Link für interessierte:
http://www.heise.de/ct/ftp/projekte/com2lan/

Mich würde interessieren, ob es etwas vergleichbares auch für Wlan gibt.
Das Projekt selbst ist hervoragend, jedoch ist es für Versuche im Bereich der Robotik nicht direkt praktikabel einen mobilen Roboter an eine Leine zu hängen.

Die Kapazitäten auf Mikrocontrollern sind begrenzt, und die Geschwindigkeit eines RS232-Funkmoduls ebenso, daher mein wachsendes Interesse, einen Roboter teil-autonom aufzubauen.
Das würde bedeuten, grundlegende Funktionen auf dem eingesetzen Controller oder auch mehreren davon zu realisieren, jedoch höhere Funktionen auf einem Pc laufen zu lassen.
Ideal wäre es wenn die Kommunikation über Wlan laufen könnte, und der Controller über tcp/ip ansprechbar wäre.

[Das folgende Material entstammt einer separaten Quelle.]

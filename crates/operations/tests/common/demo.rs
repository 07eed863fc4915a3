//! The shipped demo terrain (invented, demo-terrain/farside-patch.tif), whole, and its post
//! spacing (the smaller pixel side), for the skyline test and bench. A demo that fails to open
//! fails them.

use std::path::Path;
use terrain::{Dem, ElevationGrid, OpenOptions};

pub fn demo_grid() -> (ElevationGrid, f64) {
    let path = Path::new(env!("CARGO_MANIFEST_DIR")).join("../../demo-terrain/farside-patch.tif");
    let dem = Dem::open(&path, &OpenOptions::default()).expect("the shipped demo DEM opens");
    let grid = dem.read_all().expect("the demo reads");
    let post_m = grid
        .geometry
        .pixel_size_m()
        .map(|(a, b)| a.min(b))
        .expect("pixel size");
    (grid, post_m)
}
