#include <catch2/catch.hpp>

#include <cmath>
#include <set>

#include "core/analysis/compare.hpp"
#include "core/analysis/search.hpp"
#include "tests/analysis/test_tunings.hpp"

using namespace terzo;

namespace {

constexpr double P = 23.460010384649014; // Pythagorean comma, docs/references.md section 1
constexpr double S = 21.50628959671478;  // syntonic comma
constexpr double s = 1.9537207882660588; // schisma

CostModel model(std::vector<DeviationPart> parts, Constraints c = {}) {
    Cost cost;
    cost.deviations = std::move(parts);
    cost.constraints = c;
    return CostModel(cost);
}

CirculatingSpace space(const std::string& fractions, bool symmetry = true, bool prune = true) {
    return CirculatingSpace{parse_fractions(fractions, "--fractions"), symmetry, prune};
}

SearchControl threads(int n) {
    SearchControl c;
    c.threads = n;
    return c;
}

int count_of(const CirculatingResult& r, const Ratio& f) {
    int n = 0;
    for (const Ratio& x : r.fractions) n += x == f;
    return n;
}

double binomial(int n, int k) {
    double r = 1;
    for (int i = 1; i <= k; ++i) r = r * (n - k + i) / i;
    return r;
}

} // namespace

TEST_CASE("with fractions 0 and 1/4 and a fifths-only cost every result tempers exactly four fifths", "[search]") {
    // Twelve fractions from {0, 1/4} add up to one comma only as four quarters and eight
    // zeros, so every closed circle has exactly four fifths P/4 narrow (as Werckmeister III,
    // docs/references.md 2.1) and there are C(12, 4) = 495 of them. Their fifths deviate by the
    // same multiset {-P/4 x4, 0 x8}, so "fifths only" ties them all: mean |dev| = 4(P/4)/12 =
    // P/12, rms = sqrt(4 (P/4)^2 / 12) = P / (4 sqrt 3), worst = P/4.
    CostModel m = model({{KeyInterval::fifth, Statistic::rms, 1}});
    CirculatingSearch r = search_circulating(space("0,1/4", false), m, 1000, threads(2));
    CHECK(r.total == 495);
    CHECK(r.enumerated == 495);
    CHECK(r.evaluated == 495);
    REQUIRE(r.results.size() == 495);
    for (const auto& x : r.results) {
        CHECK(count_of(x, Ratio(1, 4)) == 4);
        CHECK(count_of(x, Ratio(0)) == 8);
        CHECK(x.cost == Approx(P / (4 * std::sqrt(3.0))).margin(1e-12));
    }
    // Werckmeister III (C-G, G-D, D-A, B-F# narrowed) is one of them.
    std::array<Ratio, 12> w3;
    w3.fill(Ratio(0));
    w3[0] = w3[1] = w3[2] = w3[5] = Ratio(1, 4);
    bool found = false;
    for (const auto& x : r.results) found = found || x.fractions == w3;
    CHECK(found);
    CHECK(count_distributions(space("0,1/4")) == static_cast<std::uint64_t>(binomial(12, 4)));
}

TEST_CASE("symmetry removal keeps one copy of each rotation and mirror class, and no cost is lost", "[search]") {
    CostModel m = model({{KeyInterval::major_third, Statistic::rms, 1}, {KeyInterval::minor_third, Statistic::worst, 0.5}});
    CirculatingSearch all = search_circulating(space("0,1/4", false), m, 1000, threads(1));
    CirculatingSearch sym = search_circulating(space("0,1/4", true), m, 1000, threads(1));
    CHECK(sym.symmetry_rotations);
    CHECK(sym.symmetry_mirror);
    // Independent count: the classes of 4-of-12 patterns on a circle under turning and
    // reading backwards, by brute force over all 2^12 bit patterns.
    std::set<unsigned> classes;
    for (unsigned b = 0; b < 4096; ++b) {
        if (__builtin_popcount(b) != 4) continue;
        unsigned best = b;
        for (int r = 0; r < 12; ++r) {
            unsigned rot = ((b >> r) | (b << (12 - r))) & 4095u, rev = 0;
            for (int i = 0; i < 12; ++i)
                if (rot & (1u << i)) rev |= 1u << (11 - i);
            best = std::min({best, rot, rev});
        }
        classes.insert(best);
    }
    CHECK(sym.evaluated == classes.size());
    REQUIRE(sym.results.size() == classes.size());
    int copies = 0;
    for (const auto& x : sym.results) copies += x.copies;
    CHECK(copies == 495);
    // Same best cost, and each kept result's copies all appear in the full search with the
    // same cost.
    CHECK(sym.results[0].cost == Approx(all.results[0].cost).margin(1e-12));
    int same = 0;
    for (const auto& x : all.results) same += std::fabs(x.cost - sym.results[0].cost) < 1e-9;
    int best_copies = 0;
    for (const auto& x : sym.results) best_copies += std::fabs(x.cost - sym.results[0].cost) < 1e-9 ? x.copies : 0;
    CHECK(same == best_copies);
    // A cost with beat rates is not invariant: no symmetry is used.
    Cost beats;
    beats.beats = {{KeyInterval::major_third, 5.0, 1}};
    CirculatingSearch b = search_circulating(space("0,1/4", true), CostModel(beats), 5, threads(2));
    CHECK_FALSE(b.symmetry_rotations);
    CHECK(b.evaluated == 495);
}

TEST_CASE("spreading the comma evenly gives the smallest rms of the fifths", "[search]") {
    // {0, 1/6, 1/4}: one comma is six sixths, three sixths and two quarters, or four quarters.
    // The sums of squared narrowings are 6(P/6)^2 = P^2/6, 3(P/6)^2 + 2(P/4)^2 = 5P^2/24 and
    // 4(P/4)^2 = P^2/4, so six fifths of P/6 win, with rms sqrt(P^2/72) = P/(6 sqrt 2).
    CostModel m = model({{KeyInterval::fifth, Statistic::rms, 1}});
    CirculatingSearch r = search_circulating(space("0,1/6,1/4"), m, 10, threads(2));
    CHECK(r.total == 924 + 7920 + 495); // C(12,6) + 12!/(3!2!7!) + C(12,4)
    REQUIRE_FALSE(r.results.empty());
    CHECK(count_of(r.results[0], Ratio(1, 6)) == 6);
    CHECK(r.results[0].cost == Approx(P / (6 * std::sqrt(2.0))).margin(1e-12));
    // The canonical copy puts the tempered fifths first: C-G … E-B narrowed by P/6, the
    // rest pure, which is Young No. 2 (docs/references.md 2.1).
    for (int i = 0; i < 12; ++i) CHECK(r.results[0].fractions[static_cast<std::size_t>(i)] == (i < 6 ? Ratio(1, 6) : Ratio(0)));
}

TEST_CASE("the search's running sums agree with a from-scratch evaluation and with the key comparison", "[search]") {
    Cost c;
    c.deviations = {{KeyInterval::fifth, Statistic::mean, 0.3}, {KeyInterval::major_third, Statistic::worst, 1},
                    {KeyInterval::minor_third, Statistic::rms, 0.7}, {KeyInterval::major_third, Statistic::mean, 2}};
    KeyWeights w;
    for (int k = 0; k < 24; ++k) w.weight[static_cast<std::size_t>(k)] = 1 + k % 3;
    c.weights = w;
    CostModel m(c);
    CirculatingSearch r = search_circulating(space("-1/12,0,1/12,1/6,1/4"), m, 40, threads(2));
    REQUIRE(r.results.size() == 40);
    for (const auto& x : r.results) {
        CHECK(x.cost == Approx(x.breakdown.total).margin(1e-9));
        // Exact route: the fifth-circle recipe builds the tuning; compare_keys measures it.
        Scale exact = circulating_scale(x.fractions, "candidate");
        CompareOptions o;
        o.weights = w;
        CompareSummary sum = compare_keys(exact, o, "candidate").summary;
        CHECK(x.breakdown.parts[0].value == Approx(sum.mean_fifth).margin(1e-9));
        CHECK(x.breakdown.parts[1].value == Approx(sum.worst_major_third).margin(1e-9));
        CHECK(x.breakdown.parts[3].value == Approx(sum.mean_major_third).margin(1e-9));
    }
    for (std::size_t i = 1; i < r.results.size(); ++i) CHECK(r.results[i - 1].cost <= r.results[i].cost);
}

Bisherige Versuche drehten sich um die Serielle Schittstelle und der Kommunikation mit einem Pc über diese.

Die grundlegende Frage ist also wie bereits oben beschrieben, ob jemand schonmal von einer Verbindung eines Mikrocontrollers per Wireless-Lan mit einem Netzwerk gehört hat, oder ob jemand eine Idee hat.

Gruß
Exorkun


----------